◆ Work to be completed
In the records below, some lines contain the word "FixKind". Copy each of them.

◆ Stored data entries
.....
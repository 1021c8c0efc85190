package export

// The rows of the four tables. Every table starts with robot and run, the
// key of a run; inputs, poses and events carry the input's sequence number,
// which joins them. Column names carry their units (_ns nanoseconds, _m
// metres, _rad radians, _m2 square metres, _m_rad metre-radians, _rad2
// square radians, _s seconds); stamps without "unix" are on the robot's
// own time base, as its samples carry them. Labels are those of package
// fusion's label tables ("applied", "too_old", "position_uncertain").

// RunRow is one row of runs.parquet: one run of a journal (the live one of
// a robot or one set aside when the robot was deleted). A journal holds one
// run per controller boot: a run start begins the next (DEVELOPERS.md,
// "Design: Runs").
type RunRow struct {
	// Robot is the robot id ("cart").
	Robot string `parquet:"robot,dict"`
	// Run is the run's key: the journal's name (Journal) for its first
	// run, "{journal}/{n}" for run n from the second on.
	Run string `parquet:"run,dict"`
	// Journal is "live" for the robot's journal, or "deleted-{unix ns}"
	// for one set aside when the robot was deleted at that time.
	Journal string `parquet:"journal,dict"`
	// RunNumber is the run's number in its journal, from 1; BootID the
	// boot id of its run start ("" for run 1).
	RunNumber int64  `parquet:"run_number"`
	BootID    string `parquet:"boot_id"`
	// Deleted says that the journal was set aside by a delete.
	Deleted bool `parquet:"deleted"`
	// CreateTimeUnixNs is when the robot was created (the opening record),
	// Unix nanoseconds.
	CreateTimeUnixNs int64 `parquet:"create_time_unix_ns"`
	// DeleteTimeUnixNs is when it was deleted, Unix nanoseconds (null for
	// the live journal).
	DeleteTimeUnixNs *int64 `parquet:"delete_time_unix_ns,optional"`
	// FirstStampNs and LastStampNs are the smallest and largest sample
	// stamps of the run, nanoseconds on its own clock (0 with no inputs; a
	// run start has no stamp).
	FirstStampNs int64 `parquet:"first_stamp_ns"`
	LastStampNs  int64 `parquet:"last_stamp_ns"`
	// Inputs counts the journaled inputs (a run's run start is its first);
	// Odometry, Headings, Fixes and Reseeds count them by kind.
	Inputs   int64 `parquet:"inputs"`
	Odometry int64 `parquet:"odometry"`
	Headings int64 `parquet:"headings"`
	Fixes    int64 `parquet:"fixes"`
	Reseeds  int64 `parquet:"reseeds"`
	// Applied, Held, Gated, TooOld and Invalid count the inputs by final
	// verdict (a held fix counts as what it became; Held counts those still
	// held at the end).
	Applied int64 `parquet:"applied"`
	Held    int64 `parquet:"held"`
	Gated   int64 `parquet:"gated"`
	TooOld  int64 `parquet:"too_old"`
	Invalid int64 `parquet:"invalid"`
	// Events counts the rows of events.parquet for the run.
	Events int64 `parquet:"events"`
	// DistrustedNs is the time the pose was not trusted, nanoseconds: the
	// sum, over consecutive poses, of the stamp difference to the next
	// pose when the first of the two is distrusted.
	DistrustedNs int64 `parquet:"distrusted_ns"`
	// Differs counts the inputs whose replayed response differs from the
	// one recorded (0 when the replay reproduces the run).
	Differs int64 `parquet:"differs"`
	// Torn, Damaged and Gap are of the journal, on each of its runs' rows.
	// Torn says the journal's tail was cut short by a crash (what was
	// acknowledged before it is exported).
	Torn bool `parquet:"torn"`
	// Damaged counts the damaged byte ranges the read skipped.
	Damaged int32 `parquet:"damaged"`
	// Gap is the first continuity break found (missing inputs or
	// segments), empty when none; the inputs after it are exported too.
	Gap string `parquet:"gap"`
	// IMUMode, Wheels, Landmarks, GateProbability, WindowNs,
	// MaxPosition95M and MaxHeadingStdRad summarise the configuration;
	// ConfigJSON is all of it, as the wire API's JSON.
	IMUMode          string  `parquet:"imu_mode,dict"`
	Wheels           int32   `parquet:"wheels"`
	Landmarks        int32   `parquet:"landmarks"`
	GateProbability  float64 `parquet:"gate_probability"`
	WindowNs         int64   `parquet:"window_ns"`
	MaxPosition95M   float64 `parquet:"max_position95_m"`
	MaxHeadingStdRad float64 `parquet:"max_heading_std_rad"`
	ConfigJSON       string  `parquet:"config_json"`
}

// InputRow is one row of inputs.parquet: one journaled input with the
// verdict the replay gives it.
type InputRow struct {
	Robot string `parquet:"robot,dict"`
	Run   string `parquet:"run,dict"`
	// Sequence is the robot's arrival sequence number, from 1.
	Sequence int64 `parquet:"sequence"`
	// ClientSequence is the client's own number for the sample.
	ClientSequence int64 `parquet:"client_sequence"`
	// ArrivalUnixNs is when the service received it, Unix nanoseconds (0
	// if not recorded).
	ArrivalUnixNs int64 `parquet:"arrival_unix_ns"`
	// Kind is odometry, heading, fix or reseed; FixKind is pose, position,
	// heading or landmark for a fix, else empty.
	Kind    string `parquet:"kind,dict"`
	FixKind string `parquet:"fix_kind,dict"`
	// StampNs is the sample's stamp (a fix's capture time), nanoseconds.
	StampNs int64 `parquet:"stamp_ns"`
	// SensorID names a fix's sensor, else empty.
	SensorID string `parquet:"sensor_id,dict"`
	// Verdict is the verdict given on arrival; FinalVerdict is what a held
	// fix became later (the same as Verdict for every other input, "held"
	// for one still held at the end of the journal).
	Verdict      string `parquet:"verdict,dict"`
	FinalVerdict string `parquet:"final_verdict,dict"`
	// NIS is a fix's normalised innovation squared on arrival, FinalNIS
	// the one of its final verdict; null when none was computed.
	NIS      *float64 `parquet:"nis,optional"`
	FinalNIS *float64 `parquet:"final_nis,optional"`
	// NISDimension is NIS's degrees of freedom (0: none).
	NISDimension int32 `parquet:"nis_dimension"`
	// Reason says why the input was refused, naming the field (final
	// reason for a held fix).
	Reason string `parquet:"reason"`
	// StatusCode is the google.rpc.Code of the outcome (0 OK).
	StatusCode int32 `parquet:"status_code"`
	// RecordedVerdict is the verdict the journal recorded on arrival.
	RecordedVerdict string `parquet:"recorded_verdict,dict"`
	// Events counts the events the input caused.
	Events int32 `parquet:"events"`
}

// PoseRow is one row of poses.parquet: the fused pose just after an
// input, as the replay computes it. x, y and heading are in the field
// frame; the covariance is over (x, y, heading).
type PoseRow struct {
	Robot string `parquet:"robot,dict"`
	Run   string `parquet:"run,dict"`
	// Sequence is the input's sequence number.
	Sequence int64 `parquet:"sequence"`
	// StampNs is the pose's stamp, the newest odometry stamp, nanoseconds.
	StampNs    int64   `parquet:"stamp_ns"`
	XM         float64 `parquet:"x_m"`
	YM         float64 `parquet:"y_m"`
	HeadingRad float64 `parquet:"heading_rad"`
	CovXXM2    float64 `parquet:"cov_xx_m2"`
	CovXYM2    float64 `parquet:"cov_xy_m2"`
	CovXHMRad  float64 `parquet:"cov_xh_m_rad"`
	CovYYM2    float64 `parquet:"cov_yy_m2"`
	CovYHMRad  float64 `parquet:"cov_yh_m_rad"`
	CovHHRad2  float64 `parquet:"cov_hh_rad2"`
	// Position95M is the 95% position ellipse's major semi-axis, metres;
	// HeadingStdRad the heading's standard deviation, radians.
	Position95M   float64 `parquet:"position95_m"`
	HeadingStdRad float64 `parquet:"heading_std_rad"`
	// ForwardMPerS, LeftMPerS and TurnRadPerS are the mean body velocity
	// over the last 50 ms of odometry.
	ForwardMPerS float64 `parquet:"forward_m_per_s"`
	LeftMPerS    float64 `parquet:"left_m_per_s"`
	TurnRadPerS  float64 `parquet:"turn_rad_per_s"`
	// IMUOffsetRad is the IMU's heading offset, radians, with its variance,
	// rad^2; IMUOffsetReady says it is known.
	IMUOffsetRad     float64 `parquet:"imu_offset_rad"`
	IMUOffsetVarRad2 float64 `parquet:"imu_offset_var_rad2"`
	IMUOffsetReady   bool    `parquet:"imu_offset_ready"`
	// Trusted says the pose can be trusted; Distrust lists the reasons it
	// cannot, as labels (position_uncertain, fix_disagrees, ...).
	Trusted  bool     `parquet:"trusted"`
	Distrust []string `parquet:"distrust,list"`
}

// EventRow is one row of events.parquet: a notable moment an input caused.
type EventRow struct {
	Robot string `parquet:"robot,dict"`
	Run   string `parquet:"run,dict"`
	// Sequence is the sequence number of the input that caused it.
	Sequence int64 `parquet:"sequence"`
	// Kind is the event's label (fix_refused, slip_suspected, odometry_gap,
	// move_recovered, trust_lost, trust_regained, reseeded).
	Kind string `parquet:"kind,dict"`
	// StampNs is when it happened on the robot's time base, nanoseconds.
	StampNs int64 `parquet:"stamp_ns"`
	// SensorID names the sensor concerned, if any.
	SensorID string `parquet:"sensor_id,dict"`
	// Value depends on Kind: a refused fix's NIS, a slip's residual
	// chi-square, a gap's length in seconds, a recovery's correction in
	// metres; 0 for the others.
	Value float64 `parquet:"value"`
	// Detail says more, for people (trust lost or regained: the reasons).
	Detail string `parquet:"detail"`
}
.....
◆ Result of this task
	// Kind is odometry, heading, fix or reseed; FixKind is pose, position,
	FixKind string `parquet:"fix_kind,dict"`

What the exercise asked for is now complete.